Months of planning has gone into preparations for his first weeks, when a new president’s popularity and power to overcome opposition is at its peak. During a 77-day transition, Mr Obama largely took control of the economic agenda while leaving foreign affairs to Mr Bush. Tomorrow, the new President will begin taking steps to address problems at home and abroad.
Mr Obama’s schedule for “Day 1” includes meetings with his economic and national security teams to discuss his planned stimulus package, as well as the next steps for the unfinished wars in Iraq and Afghanistan. Aides say that he will fulfil a campaign promise that “on my first day in office, I will bring the Joint Chiefs of Staff in, and I will give them a new mission” to end the Iraq war. The Pentagon has drawn up plans to withdraw combat brigades within the 16-month timetable proposed by Mr Obama and redeploy many to Afghanistan.

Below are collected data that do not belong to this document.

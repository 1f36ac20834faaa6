import { afterAll, beforeAll, describe, expect, it } from 'vitest';
import type { AppInstance } from '../../server/app';
import { AuditEvent } from '../../server/features/audit/audit-event.entity';
import { User } from '../../server/features/users/user.entity';
import { buildUser } from '../support/factories';
import { waitForMail } from '../support/inbox';
import { TOWNS, serviceBody } from '../support/listing-factories';
import { signedInAs } from '../support/sessions';
import { startTestApp } from '../support/test-app';

const application = {
  businessName: 'Wharfside Benchworks',
  about: 'Portable module frames in planed softwood and birch ply, built square and true to club standards.',
  townId: TOWNS.derby,
  builds: ['portable-modules', 'fiddle-yards'],
};

let app: AppInstance;
let moderator: User;
beforeAll(async () => {
  app = await startTestApp();
  moderator = await buildUser(app.ctx.dataSource, { role: 'moderator' });
});
afterAll(() => app.close());

describe('builder profiles', () => {
  it('makes a member a builder once a moderator approves, audit-logged, and then lets them list services', async () => {
    const member = await buildUser(app.ctx.dataSource, { displayName: 'Tamsin Orrell' });
    const agent = await signedInAs(app, member);
    await agent.post('/api/listings').send(serviceBody()).expect(403);

    const applied = await agent.post('/api/builder-profiles').send(application);
    expect(applied.status).toBe(201);
    expect(applied.body.profile).toMatchObject({ state: 'applied', town: { name: 'Derby' } });
    const pending = await (await signedInAs(app, moderator)).get('/api/builder-profiles').query({ pageSize: 100 });
    expect(pending.body.items.some((p: { id: number }) => p.id === applied.body.profile.id)).toBe(true);

    const approved = await (
      await signedInAs(app, moderator)
    )
      .post(`/api/builder-profiles/${applied.body.profile.id}/approve`)
      .send({});

    expect(approved.status).toBe(200);
    expect(approved.body.profile.state).toBe('approved');
    const user = await app.ctx.dataSource.getRepository(User).findOneByOrFail({ id: member.id });
    expect(user.role).toBe('builder');
    const audit = await app.ctx.dataSource
      .getRepository(AuditEvent)
      .findBy({ targetId: String(member.id), action: 'user.role_changed' });
    expect(audit[0]).toMatchObject({ actorId: moderator.id, detail: { from: 'member', to: 'builder' } });
    await waitForMail(member.email, 'Your builder profile is approved');
    const builderAgent = await signedInAs(app, user);
    await builderAgent.post('/api/listings').send(serviceBody()).expect(201);
    await builderAgent.post('/api/builder-profiles').send(application).expect(409);
  });

  it('declines with a reason the member is e-mailed, and lets them apply again', async () => {
    const member = await buildUser(app.ctx.dataSource);
    const agent = await signedInAs(app, member);
    const { body } = await agent.post('/api/builder-profiles').send(application).expect(201);

    const declined = await (
      await signedInAs(app, moderator)
    )
      .post(`/api/builder-profiles/${body.profile.id}/decline`)
      .send({ reason: 'Please add photographs of frames you have built.' });

    expect(declined.body.profile).toMatchObject({
      state: 'declined',
      decisionNote: 'Please add photographs of frames you have built.',
    });
    const mail = await waitForMail(member.email, 'builder profile was not approved');
    expect(mail.text).toContain('Please add photographs of frames you have built.');
    const again = await agent.post('/api/builder-profiles').send(application);
    expect(again.body.profile.state).toBe('applied');
    expect((await agent.get('/api/builder-profiles/mine')).body.profile.id).toBe(body.profile.id);
  });

  it('answers 403 when a member approves an application, and 409 when a moderator applies for one', async () => {
    const member = await buildUser(app.ctx.dataSource);
    const { body } = await (await signedInAs(app, member)).post('/api/builder-profiles').send(application).expect(201);
    await (
      await signedInAs(app, await buildUser(app.ctx.dataSource))
    )
      .post(`/api/builder-profiles/${body.profile.id}/approve`)
      .send({})
      .expect(403);
    await (await signedInAs(app, moderator)).post('/api/builder-profiles').send(application).expect(409);
  });
});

The new President is expected to issue an executive order calling for the closure of the Guantánamo Bay prison camp and forbidding the use of interrogation techniques denounced widely as torture. Both issues have done much to tarnish America’s reputation, but Mr Obama has said that the final closure of Guantánamo is “a challenge” and unlikely to be completed within his first 100 days. In the Middle East, where Israel’s invasion of Gaza has passed without significant comment from Mr Obama, his senior adviser promises that “you’ll see him act quickly”. David Axelrod said: “The President-elect has said repeatedly that he intends to engage early and aggressively with diplomacy all over the world.”
Dennis Ross, one of the top diplomats in Bill Clinton’s administration, is expected to become an envoy covering the Middle East including Iran. George Mitchell, a former senator, may also play a significant part in kick-starting peace talks between Israelis and Palestinians.
The top priority will, however, be the economy. Mr Obama has already persuaded Congress to give him authority to spend the second half of a $700 billion bailout package and financial institutions will come under pressure to help homeowners and release money for investment.
Mr Axelrod said: “He is going to have a strong message for the bankers. We want to see credit flowing again. We don’t want them to sit on any money that they get from taxpayers.” The new President is close to getting a deal on an economic recovery plan worth upwards of $825 billion, including a massive public works programmes and tax cuts that are intended to stimulate spending.
Within his first days after taking office, he is expected to sign legislation expanding healthcare for children from poor families while using his executive authority to overturn President Bush’s ban on federal funding for embryonic stem-cell research.
Other promises are likely to fall further back in the queue. “I want to be realistic here, not everything that we talked about during the campaign are we going to be able to do on the pace we had hoped,” Mr Obama said in a interview last week.